### Exercise details
When the string "import" is part of a line below, that line should be copied.
◆ ◆ ◆ ◆ ◆ ◆ ◆
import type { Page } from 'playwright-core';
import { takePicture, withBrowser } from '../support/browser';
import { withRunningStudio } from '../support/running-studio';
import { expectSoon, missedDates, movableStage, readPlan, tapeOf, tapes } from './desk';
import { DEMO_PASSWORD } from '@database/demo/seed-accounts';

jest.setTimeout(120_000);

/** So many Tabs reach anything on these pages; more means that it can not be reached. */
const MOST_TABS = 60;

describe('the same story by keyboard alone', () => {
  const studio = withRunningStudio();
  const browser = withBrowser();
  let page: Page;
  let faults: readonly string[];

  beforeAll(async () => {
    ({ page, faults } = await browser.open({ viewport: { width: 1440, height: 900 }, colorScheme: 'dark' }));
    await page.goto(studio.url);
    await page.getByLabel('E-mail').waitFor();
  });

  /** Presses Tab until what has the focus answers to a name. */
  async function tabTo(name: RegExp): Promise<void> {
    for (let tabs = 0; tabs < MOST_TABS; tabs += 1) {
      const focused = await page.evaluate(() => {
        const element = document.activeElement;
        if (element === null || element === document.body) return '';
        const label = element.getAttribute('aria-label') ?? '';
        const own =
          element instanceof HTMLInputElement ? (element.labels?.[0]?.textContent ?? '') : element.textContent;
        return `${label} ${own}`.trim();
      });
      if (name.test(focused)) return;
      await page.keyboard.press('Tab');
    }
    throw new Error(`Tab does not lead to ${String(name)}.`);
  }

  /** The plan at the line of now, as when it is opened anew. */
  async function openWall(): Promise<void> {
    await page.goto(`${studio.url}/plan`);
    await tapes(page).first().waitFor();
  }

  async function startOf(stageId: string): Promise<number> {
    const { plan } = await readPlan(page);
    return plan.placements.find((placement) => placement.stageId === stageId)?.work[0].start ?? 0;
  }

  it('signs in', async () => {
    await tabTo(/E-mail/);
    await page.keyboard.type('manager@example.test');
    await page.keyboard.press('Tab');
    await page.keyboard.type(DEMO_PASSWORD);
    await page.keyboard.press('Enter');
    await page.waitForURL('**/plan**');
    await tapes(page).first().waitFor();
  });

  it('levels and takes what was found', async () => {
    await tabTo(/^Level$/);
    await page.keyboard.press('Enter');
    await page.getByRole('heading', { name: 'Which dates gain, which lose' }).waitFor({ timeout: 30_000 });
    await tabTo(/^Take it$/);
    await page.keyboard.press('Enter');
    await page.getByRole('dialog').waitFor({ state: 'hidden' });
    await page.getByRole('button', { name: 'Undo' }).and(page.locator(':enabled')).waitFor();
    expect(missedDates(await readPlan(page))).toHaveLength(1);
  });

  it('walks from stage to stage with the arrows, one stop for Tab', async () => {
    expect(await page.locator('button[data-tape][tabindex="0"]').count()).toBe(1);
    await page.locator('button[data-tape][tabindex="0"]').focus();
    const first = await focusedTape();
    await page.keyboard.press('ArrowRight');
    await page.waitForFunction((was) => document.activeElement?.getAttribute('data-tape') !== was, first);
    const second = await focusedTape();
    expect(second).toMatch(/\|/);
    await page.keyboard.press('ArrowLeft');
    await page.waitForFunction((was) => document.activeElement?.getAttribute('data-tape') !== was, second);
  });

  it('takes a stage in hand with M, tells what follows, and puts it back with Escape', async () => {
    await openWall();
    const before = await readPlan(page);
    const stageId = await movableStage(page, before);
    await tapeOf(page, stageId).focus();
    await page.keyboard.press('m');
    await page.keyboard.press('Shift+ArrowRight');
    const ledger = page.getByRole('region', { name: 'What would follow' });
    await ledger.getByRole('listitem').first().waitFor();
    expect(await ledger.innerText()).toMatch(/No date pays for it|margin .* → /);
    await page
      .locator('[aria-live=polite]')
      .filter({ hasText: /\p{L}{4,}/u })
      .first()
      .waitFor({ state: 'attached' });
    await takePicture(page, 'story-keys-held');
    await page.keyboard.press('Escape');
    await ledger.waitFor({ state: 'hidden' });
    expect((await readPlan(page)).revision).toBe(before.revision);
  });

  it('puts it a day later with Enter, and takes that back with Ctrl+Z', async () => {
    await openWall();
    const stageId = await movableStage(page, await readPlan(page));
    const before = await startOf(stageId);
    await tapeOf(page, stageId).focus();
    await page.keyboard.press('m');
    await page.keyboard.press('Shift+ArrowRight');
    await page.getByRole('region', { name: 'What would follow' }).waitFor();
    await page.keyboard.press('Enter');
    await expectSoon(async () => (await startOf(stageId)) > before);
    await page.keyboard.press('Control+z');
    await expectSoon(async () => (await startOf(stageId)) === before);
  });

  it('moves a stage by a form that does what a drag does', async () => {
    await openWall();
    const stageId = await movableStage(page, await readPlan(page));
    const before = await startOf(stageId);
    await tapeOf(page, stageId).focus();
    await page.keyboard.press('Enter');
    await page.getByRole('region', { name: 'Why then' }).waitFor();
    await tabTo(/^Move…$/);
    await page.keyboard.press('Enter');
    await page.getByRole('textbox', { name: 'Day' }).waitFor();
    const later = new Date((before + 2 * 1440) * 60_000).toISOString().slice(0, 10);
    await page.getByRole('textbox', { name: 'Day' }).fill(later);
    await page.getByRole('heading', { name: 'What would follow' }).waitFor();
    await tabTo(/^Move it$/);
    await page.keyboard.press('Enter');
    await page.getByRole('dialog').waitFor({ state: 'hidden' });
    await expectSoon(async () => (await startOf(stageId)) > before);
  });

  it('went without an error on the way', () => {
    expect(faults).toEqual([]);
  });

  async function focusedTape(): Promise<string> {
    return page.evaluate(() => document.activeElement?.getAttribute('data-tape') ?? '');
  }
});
◆ ◆ ◆ ◆ ◆ ◆ ◆
### Response to the exercise
import type { Page } from 'playwright-core';
import { takePicture, withBrowser } from '../support/browser';
import { withRunningStudio } from '../support/running-studio';
import { expectSoon, missedDates, movableStage, readPlan, tapeOf, tapes } from './desk';
import { DEMO_PASSWORD } from '@database/demo/seed-accounts';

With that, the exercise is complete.